FAIRE PARLER LE CIEL
Contribution La Griffe Touraine
Rubrique Métaphysique
Intérêt général de l’ouvrage ▲▲▲▲△
Facilité de lecture ▲▲△△△
Rapport avec le rite ▲▲△△△
Si les philosophes naissaient de l’influence de leurs maîtres, Sloterdijk serait le fruit de l’union de Nietzsche et d’Heidegger : la lucidité et le cynisme du premier ; la transcendance ontologique du second.
Pour ouvrir le discours sur la communication avec le divin, l’auteur note que dans tous les écrits antiques, profanes ou sacrés, survient à un moment donné un personnage totalement inattendu capable de modifier radicalement le cours du récit : c’est le deus ex machina. Ce personnage divin – divin car il vient de nulle part et semble apparaitre de sa seule volonté – parle aux hommes, perdus dans le chaos de leurs contradictions, pour leur indiquer le chemin vers la raison et la sagesse. Ainsi nait une certaine façon de faire parler les dieux que Sloterdijk désigne sous le terme de « théopoésie ». Émanant de personnages hors du commun capables de communiquer avec les profondeurs de la psyché, ces paroles ne tardent pas à devenir sacrées.
Et l’auteur de déduire que le passage de la parole sacrée au mythe, du mythe à la croyance et de la croyance à la religion est une voie ordinaire de l’irrationnel humain.

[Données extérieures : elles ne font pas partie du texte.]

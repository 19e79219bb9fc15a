"""End to end: the demo cycle builds a complete site; its known true effects are recovered;
a failed cycle leaves the last good site untouched."""

from __future__ import annotations

import dataclasses
import re
import shutil
from html.parser import HTMLParser
from pathlib import Path

import numpy as np
import pandas as pd
import pytest
import yaml

from pipeline.config import load_config
from pipeline.cycle import MARKER, run_cycle
from pipeline.errors import FitError, RenderError
from pipeline.shrinkage.sampling import Diagnostics, Sampler
from pipeline.website.addresses import unit_addresses

from .conftest import demo_counts

pytestmark = pytest.mark.slow


class _Links(HTMLParser):
    def __init__(self):
        super().__init__()
        self.targets: list[str] = []

    def handle_starttag(self, tag, attrs):
        for name, value in attrs:
            if (tag, name) in {("a", "href"), ("img", "src"), ("link", "href")} and value:
                self.targets.append(value)


def _html_pages(site: Path) -> list[Path]:
    return sorted(p for p in site.rglob("*.html") if "_source" not in p.parts)
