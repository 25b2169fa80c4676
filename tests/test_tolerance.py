"""Tolerances, Monte Carlo samples and worst-case extremes (issue 15): the draws are reproducible
from the seed alone, stay inside the tolerance, and reach the deck as scaled values; the
distribution figures are the nearest-rank percentiles (a value some sample really had)."""

from __future__ import annotations

import numpy as np
import pytest

from derate.netlist import flatten, read_netlist
from derate.project import Analysis, Parasitics, Scenario, Tran
from derate.simulate.deck import build_deck
from derate.tolerance import Tolerances, Varying, distribution, extremes, percentile, sample, varying

ITEMS = (Varying("value:R1", 0.05), Varying("value:C1", 0.2, -0.1), Varying("source:V1", 0.02))


def test_samples_are_reproducible_from_the_seed_alone():
    a = sample(ITEMS, "normal", 7, 0, 1)
    assert a == sample(ITEMS, "normal", 7, 0, 1)  # whatever ran before, in whatever order
    assert a != sample(ITEMS, "normal", 7, 0, 2) and a != sample(ITEMS, "normal", 8, 0, 1)
    assert a != sample(ITEMS, "normal", 7, 1, 1)  # another corner, another stream
    assert [k for k, _ in a] == ["value:R1", "value:C1", "source:V1"]


@pytest.mark.parametrize("dist", ["normal", "uniform"])
def test_draws_stay_inside_the_tolerance(dist):
    factors = np.array([[f for _, f in sample(ITEMS, dist, 3, 0, k)] for k in range(1, 2001)])
    assert np.all(np.abs(factors[:, 0] - 1.0) <= 0.05 + 1e-12)
    assert np.all(np.abs(factors[:, 1] / 0.9 - 1.0) <= 0.2 + 1e-12)  # ageing moves the nominal to 90 %
    spread = np.std(factors[:, 0] - 1.0)
    # normal: the tolerance is a 3-sigma bound (sigma 1/3 of it; truncation trims a little);
    # uniform: sigma = tolerance / sqrt(3)
    expected = 0.05 / 3 if dist == "normal" else 0.05 / np.sqrt(3)
    assert spread == pytest.approx(expected, rel=0.08)


def test_extremes_put_every_quantity_at_its_bounds():
    (hi_name, hi), (lo_name, lo) = extremes(ITEMS)
    assert (hi_name, lo_name) == ("max", "min")
    assert dict(hi) == pytest.approx({"value:R1": 1.05, "value:C1": 0.9 * 1.2, "source:V1": 1.02})
    assert dict(lo) == pytest.approx({"value:R1": 0.95, "value:C1": 0.9 * 0.8, "source:V1": 0.98})


def test_nearest_rank_percentiles_and_share_over_the_limit():
    ratios = [0.9, 1.1, 0.8, 1.02, 0.95, 0.7, 0.99, 1.3, 0.85, 0.92]
    d = distribution(ratios, 90.0)
    # nearest rank (NIST handbook, "percentile"): rank ceil(p/100 n) of the sorted values
    assert d["p50"] == 0.92 and d["p95"] == 1.3 and d["at_gate"] == 1.1 and d["max"] == 1.3
    assert d["p_exceed"] == pytest.approx(0.3) and d["mean"] == pytest.approx(np.mean(ratios))
    assert percentile(np.array([1.0]), 99.73) == 1.0


BOARD = """valve supply with a sub-block
V1 in 0 SIN(1 {amp} 60)
V2 aux 0 PULSE(0 5 0 1u 1u 4u 10u)
R1 in mid 1k
C1 mid 0 10u m=2
RL mid 0 {rl}
X1 aux sub
.subckt sub a
R5 a b 470
C5 b 0 1u
.ends
.param amp=10 rl=1k
.tran 1u 1m
.end
"""


def test_what_varies_and_how_it_reaches_the_deck(tmp_path):
    path = tmp_path / "board.cir"
    path.write_text(BOARD)
    netlist = read_netlist(path)
    circuit = flatten(netlist)
    notes: list[str] = []
    tol = Tolerances(elements=(("R*", 1.0), ("V1", 2.0), ("V2", 5.0)), capacitors=10.0, esr_pct=20.0)
    items = varying(tol, circuit, {}, notes=notes)
    assert [v.key for v in items] == ["source:V1", "source:V2", "value:C1", "value:R1", "value:RL"]
    assert "X1.R5" in notes[0]  # inside a subcircuit: not varied, and said so
    scale = (("value:R1", 1.01), ("value:C1", 0.9), ("source:V1", 1.02), ("source:V2", 0.95), ("value:RL", 0.99),
             ("esr:C1", 1.2))
    deck = build_deck(netlist, circuit, Analysis(tran=Tran(1e-6, 1e-3)), Scenario("s~01", corner="s", scale=scale),
                      {"C1": Parasitics(esr_ohm=0.1)})
    lines = deck.text.splitlines()
    r1 = next(ln for ln in lines if ln.lower().startswith("r1 "))
    assert r1.split()[3] == repr(1000.0 * 1.01)
    rl = next(ln for ln in lines if ln.lower().startswith("rl "))
    assert float(rl.split()[3]) == pytest.approx(990.0)  # {rl} evaluated, then scaled
    v1 = next(ln for ln in lines if ln.lower().startswith("v1 "))
    assert "SIN(" in v1 and "1.02 10.2 60.0" in v1.replace(repr(1.0 * 1.02), "1.02").replace(repr(10 * 1.02), "10.2")
    v2 = next(ln for ln in lines if ln.lower().startswith("v2 "))
    assert "PULSE(0.0 4.75 " in v2  # both levels scaled, times kept
    c1 = [ln for ln in lines if "c1" in ln.lower().split()[0]]
    assert any(repr(10e-6 * 0.9) in ln and "m=2" in ln for ln in c1)  # the per-part value, m= kept
    assert any(repr(0.1 * 1.2) in ln for ln in lines)  # the ESR spread
    assert next(ln for ln in lines if ln.lower().startswith("r5 ")).split()[3] == "470"  # subcircuit card as written
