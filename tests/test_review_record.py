"""The review record and the hazard rule on hand-made records (no simulation)."""

from __future__ import annotations

import datetime as dt
from pathlib import Path

import jsonschema
import pytest

from derate.assess import assess
from derate.datafile import schema
from derate.gate import decide, decided_findings
from derate.hazard import CAUTION, caution_for
from derate.measure import Stress
from derate.netlist import load_circuit
from derate.parts import Part
from derate.policy import load_policy
from derate.project import Scenario, project_for_netlist
from derate.review import Review
from derate.simulate.results import ScenarioResult, SimulationRun
from derate.status import Status


def stress(cap, v_peak=5.0, **kw):
    base = dict(capacitor=cap, spice_name=cap.lower(), scenario="s", v_max_v=v_peak, v_min_v=0.0,
                v_peak_abs_v=v_peak, startup_v_peak_v=v_peak)
    base.update(kw)
    return Stress(**base)


@pytest.fixture
def review(tmp_path: Path) -> Review:
    net = tmp_path / "b.cir"
    net.write_text("b\nV1 a 0 5\nR1 a b 1\nC1 b 0 1u\nC2 b 0 10u\nC3 b 0 1n\n.tran 1u 1m\n.end\n")
    circuit = load_circuit(net)
    sc = Scenario("s", ambient_c=40.0)
    stresses = [stress("C1", 5.0), stress("C2", 9.0), stress("C3", 5.0)]
    full = dict(technology="ceramic-class1", rated_temperature_c=125.0, ripple_current_a=1.0, ripple_rise_c=10.0)
    parts = {"C1": Part(rated_voltage_v=16.0, **full), "C2": Part(rated_voltage_v=10.0, **full), "C3": None}
    policy = load_policy("industrial")
    assessment = assess({"s": stresses}, [sc], circuit, parts, policy)
    verdict = decide(list(assessment.findings))
    run = SimulationRun((ScenarioResult(sc, True, tuple(stresses)),), "39")
    return Review(project_for_netlist(net), circuit, run, assessment, verdict, tuple(decided_findings(verdict)), (),
                  policy, None, dt.datetime(2026, 12, 2, tzinfo=dt.timezone.utc))


def test_record_rows_and_summary(review):
    rec = review.record
    jsonschema.validate(rec, schema("report"))
    rows = {r["reference"]: r for r in rec["capacitors"]}
    assert rows["C1"]["status"] == "pass" and rows["C1"]["v_stress_pct"] == pytest.approx(100 * 5 / 16)
    assert rows["C2"]["status"] == "fail" and rows["C2"]["v_peak_v"] == 9.0
    assert rows["C3"]["status"] == "unrated" and rows["C3"]["findings"] == ["data.unrated"]
    s = rec["summary"]
    assert (s["pass"], s["near"], s["fail"], s["unrated"]) == (1, 0, 1, 1)
    assert s["verdict"] == "fail" and s["exit_code"] == 1
    assert rec["generated_utc"] == "2026-12-02T00:00:00Z"
    assert review.record is rec  # built once
    assert review.assessment.counts()[Status.FAIL] == 1


def test_hazard_caution_by_voltage_energy_or_declaration():
    low = [stress("C1", 12.0)]
    assert caution_for(low, {"C1": 100e-6}, None) is None
    assert caution_for([stress("C1", 61.0)], {"C1": 1e-9}, None) == CAUTION  # above 60 V (SELV, from memory)
    assert caution_for([stress("C1", 50.0)], {"C1": 1e-3}, None) == CAUTION  # 0.5 C V^2 = 1.25 J
    assert caution_for(low, {"C1": 100e-6}, True) == CAUTION
    assert caution_for([stress("C1", 400.0)], {"C1": 1e-6}, False) is None  # the project says no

Des dieux par trop anthropomorphiques et de moins en moins fiables de l’antiquité, on se débarrassa ; on n’en garda qu’Un, principe inaccessible et transcendant, ne pouvant être à aucun moment suspecté de la moindre faille, du moindre travers. Mais alors, comment faire en sorte que le fidèle de base conserve quelques contacts avec son créateur et puisse entretenir sa foi ? Le Dieu unique, après le premier contact (Moïse au Buisson Ardent), s’exprima selon différents protocoles : à travers des systèmes complexes d’interprétation de textes sacrés (le Talmud, la Kabbale) ; par l’histoire du sacrifice d’un bouc émissaire déifié (les Évangiles) ; ou par un cerveau en orage épileptique directement connecté aux théo-neurones (le Coran).
Et les délires oniriques des prophètes du monothéisme se transformèrent en vérités transcendantes et en dogmes religieux.
Sloterdijk n’est pas facile à lire, mais sa vision du phénomène religieux est d’une grande clarté et d’une lucidité implacable.